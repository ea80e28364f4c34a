/**
 * Writes a report folder to disk (Node only). A folder that exists, is not empty and holds no report is
 * refused, so a typo in --out cannot scatter files into an unrelated folder; an earlier report in the
 * folder is replaced file by file.
 */
import { existsSync, mkdirSync, readdirSync, statSync, writeFileSync } from 'node:fs';
import { join } from 'node:path';
import { REPORT_FILES, type ReportFiles } from '../study/reportFolder.ts';

/** Writes `files` into `dir` (created when missing); returns the paths written. */
export function writeReportFolder(dir: string, files: ReportFiles): string[] {
  if (existsSync(dir)) {
    if (!statSync(dir).isDirectory()) throw new Error(`--out ${dir}: exists and is not a folder`);
    const names = readdirSync(dir);
    if (names.length > 0 && !names.includes(REPORT_FILES.html)) throw new Error(`--out ${dir}: the folder is not empty and holds no report; choose a new or empty folder`);
  } else mkdirSync(dir, { recursive: true });
  const out: string[] = [];
  for (const [name, bytes] of Object.entries(files)) {
    const p = join(dir, name);
    writeFileSync(p, bytes);
    out.push(p);
  }
  return out;
}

Work to be completed: Where does the string "empty" appear in the records above? Return every line that holds it.

Result of this task:
 * Writes a report folder to disk (Node only). A folder that exists, is not empty and holds no report is
    if (names.length > 0 && !names.includes(REPORT_FILES.html)) throw new Error(`--out ${dir}: the folder is not empty and holds no report; choose a new or empty folder`);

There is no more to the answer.